REQUIREMENT → Use the entries below and reproduce exactly the lines from the one containing "norm = float(np.linalg.norm(z))" down to the one containing "failures.append(str(exc))", both of them included.

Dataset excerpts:
from .errors import CheckInputError
from .frameworks import framework_of
from .report import GradientReport, Row, render_text
from .tree import assemble, coordinate_name, flatten, flatten_like, rebuild

# Stencil offsets in units of the step h, and the Richardson weights (times 1/h) on the
# values there: D(h) = (f(h) - f(-h)) / 2h and D(h/2) = (f(h/2) - f(-h/2)) / h are central
# differences with error c h^2 + O(h^4), so (4 D(h/2) - D(h)) / 3 cancels the h^2 term
# (Richardson extrapolation: Burden & Faires, Numerical Analysis, 9th ed., section 4.2).
OFFSETS = (-1.0, -0.5, 0.5, 1.0)
WEIGHTS = np.array([1 / 6, -4 / 3, 4 / 3, -1 / 6])
# D(h) - D(h/2) = 3/4 c h^2, so the error of D(h/2) is |D(h) - D(h/2)| / 3 (same source);
# the extrapolated value is better still.  Its error is taken as |D(h) - D(h/2)|, three
# times that estimate, as a margin for the estimate's own error (common practice).
TRUNCATION_MARGIN = 3.0
# Rounding: each value may be off by NOISE_SPREAD standard deviations of the cost's noise,
# and the weights sum to 3 / h in absolute value (worst case of the four errors adding up).
NOISE_SPREAD = 3.0
WEIGHT_SUM = 3.0
# Noise from the five equally spaced values: their fourth difference has variance
# 70 sigma^2 for independent noise of deviation sigma (1 + 16 + 36 + 16 + 1 = 70; the
# difference table of More & Wild, SIAM J. Sci. Comput. 33(3), 2011), and a smooth part
# (h/2)^4 f'''' that is negligible at these steps.
FOURTH_DIFFERENCE = np.array([1.0, -4.0, 6.0, -4.0, 1.0])
FOURTH_DIFFERENCE_VARIANCE = 70.0
VALUE_ROUNDING = 8.0      # values carry at least 8 eps of their size (the engine's margin)
# A mismatch is tried again with a step this much shorter (a kink within the first step
# upsets both differences) and this much longer (noise underestimated from one line); only
# a mismatch at all three steps is believed.
SHORTER_STEP = 1 / 16
LONGER_STEP = 8.0
# The analytic value is computed in floating point too: it may be off by this many of
# the cost's epsilons times its terms (the project's agreement rule, README "How a verdict
# is decided"), at most AGREEMENT_CAP of them.
ANALYTIC_EPSILONS = 1000.0
AGREEMENT_CAP = 1e-3
UNDECIDED_FRACTION = 0.5  # an error estimate this large next to the values decides nothing
DEFAULT_PROBES = 3

FAILING = ("disagree", "non-finite", "error")
_SEVERITY = ("disagree", "non-finite", "error", "kink", "noisy", "agree")


def step_for(eps_f: float) -> float:
    """The first step of the directional stencil, as a fraction of the scale.

    The central difference's step near eps^(1/3) (Nocedal & Wright, Numerical
    Optimization, 2nd ed., section 8.1), with the constant 64 that balances this
    stencil's two error terms, 9 sigma / h against |D(h) - D(h/2)| ~ h^2 |f'''| / 8,
    rounded down to a power of two.

    Parameters
    ----------
    eps_f : float
        Relative precision of the function's values (machine epsilon or noise).

    Returns
    -------
    float

    Examples
    --------
    >>> step_for(2.0 ** -52) == 2.0 ** -16
    True
    """
    return float(2.0 ** math.floor(math.log2((64 * eps_f) ** (1 / 3))))


def random_direction(rng: np.random.Generator, base: np.ndarray) -> np.ndarray:
    """A random direction whose entries are scaled like their coordinates.

    Gaussian entries times max(|x_i|, 1) (the project's scale of a coordinate),
    normalised so that the direction has length 1 in scaled units.

    Parameters
    ----------
    rng : numpy.random.Generator
    base : ndarray
        The point, flat.

    Returns
    -------
    ndarray

    Examples
    --------
    >>> v = random_direction(np.random.default_rng(0), np.array([0.5, 100.0]))
    >>> bool(np.isclose(np.linalg.norm(v / [1.0, 100.0]), 1.0))
    True
    """
    z = rng.standard_normal(base.size)
    norm = float(np.linalg.norm(z))
    if norm == 0.0:
        z, norm = np.ones(base.size), math.sqrt(base.size)
    scale = np.where(np.isfinite(base), np.maximum(np.abs(base), 1.0), 1.0)
    return scale * z / norm


@dataclass
class LineProbe:
    """The stencil along one direction at one step; arrays have one entry per output."""
    step: float
    values: np.ndarray          # (5, m): at -h, -h/2, 0, h/2, h
    derivative: np.ndarray
    truncation: np.ndarray
    noise: np.ndarray           # standard deviation of one value, per output
    rounding: np.ndarray
    failures: list              # messages of the points where the function raised

    @property
    def error(self) -> np.ndarray:
        return self.truncation + self.rounding

    @property
    def finite(self) -> np.ndarray:
        return np.isfinite(self.values).all(axis=0)


def probe_line(along, center: np.ndarray, h: float, eps_f: float, extra_error=None) -> LineProbe:
    """Evaluate `along(t)` at the four offsets and combine the values.

    `along(t)` returns the m outputs at x + t v; `center` holds them at t = 0.
    `extra_error(h)` may add an error per output (rounding of the points' inputs).
    """
    rows, failures = [], []
    for t in OFFSETS:
        try:
            rows.append(np.asarray(along(t * h), dtype=float).reshape(center.shape))
        except ProbeError as exc:
            rows.append(np.full(center.shape, np.nan))
            failures.append(str(exc))
    values = np.vstack([rows[0], rows[1], center, rows[2], rows[3]])
    with np.errstate(all="ignore"):
        d_long = (values[4] - values[0]) / (2 * h)
        d_short = (values[3] - values[1]) / h
        derivative = (np.array(WEIGHTS) @ values[[0, 1, 3, 4]]) / h
        truncation = TRUNCATION_MARGIN * np.abs(d_short - d_long) / 3
        seen = np.abs(FOURTH_DIFFERENCE @ values) / math.sqrt(FOURTH_DIFFERENCE_VARIANCE)
        noise = np.maximum(seen, VALUE_ROUNDING * eps_f * np.max(np.abs(values), axis=0))
        rounding = NOISE_SPREAD * WEIGHT_SUM * noise / h
    if extra_error is not None:
        rounding = rounding + extra_error(h)
    return LineProbe(h, values, derivative, truncation, noise, rounding, failures)


class ProbeError(Exception):
    """The function raised (or returned something unusable) at a stencil point."""


@dataclass
class Judgement:
    """The verdict along one direction, and the numbers it rests on."""
    verdict: str
    analytic: np.ndarray
    numeric: np.ndarray
    allowed: np.ndarray          # the allowed difference per output
    error_estimate: np.ndarray   # the numeric value's own error estimate
    verdicts: np.ndarray         # per output
    worst: int                   # output that decided (largest difference over allowance)
    step: float
    steps: list                  # every step tried
    detail: str = ""
    noise: float = 0.0
    evaluations: int = 0
    probes: list = field(default_factory=list, repr=False)


def _allowance(analytic, terms, eps_f):
    fraction = min(ANALYTIC_EPSILONS * eps_f, AGREEMENT_CAP)
    return fraction * (np.abs(analytic) + terms)


def _close(analytic, probe: LineProbe, allowance, rtol, atol):
    n = probe.derivative
    with np.errstate(invalid="ignore"):
        if rtol is None and atol is None:
            limit = probe.error + allowance
        else:
            limit = (atol or 0.0) + (rtol or 0.0) * np.abs(n)
        return np.abs(analytic - n) <= limit, limit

FINISHED EXERCISE →
    norm = float(np.linalg.norm(z))
    if norm == 0.0:
        z, norm = np.ones(base.size), math.sqrt(base.size)
    scale = np.where(np.isfinite(base), np.maximum(np.abs(base), 1.0), 1.0)
    return scale * z / norm


@dataclass
class LineProbe:
    """The stencil along one direction at one step; arrays have one entry per output."""
    step: float
    values: np.ndarray          # (5, m): at -h, -h/2, 0, h/2, h
    derivative: np.ndarray
    truncation: np.ndarray
    noise: np.ndarray           # standard deviation of one value, per output
    rounding: np.ndarray
    failures: list              # messages of the points where the function raised

    @property
    def error(self) -> np.ndarray:
        return self.truncation + self.rounding

    @property
    def finite(self) -> np.ndarray:
        return np.isfinite(self.values).all(axis=0)


def probe_line(along, center: np.ndarray, h: float, eps_f: float, extra_error=None) -> LineProbe:
    """Evaluate `along(t)` at the four offsets and combine the values.

    `along(t)` returns the m outputs at x + t v; `center` holds them at t = 0.
    `extra_error(h)` may add an error per output (rounding of the points' inputs).
    """
    rows, failures = [], []
    for t in OFFSETS:
        try:
            rows.append(np.asarray(along(t * h), dtype=float).reshape(center.shape))
        except ProbeError as exc:
            rows.append(np.full(center.shape, np.nan))
            failures.append(str(exc))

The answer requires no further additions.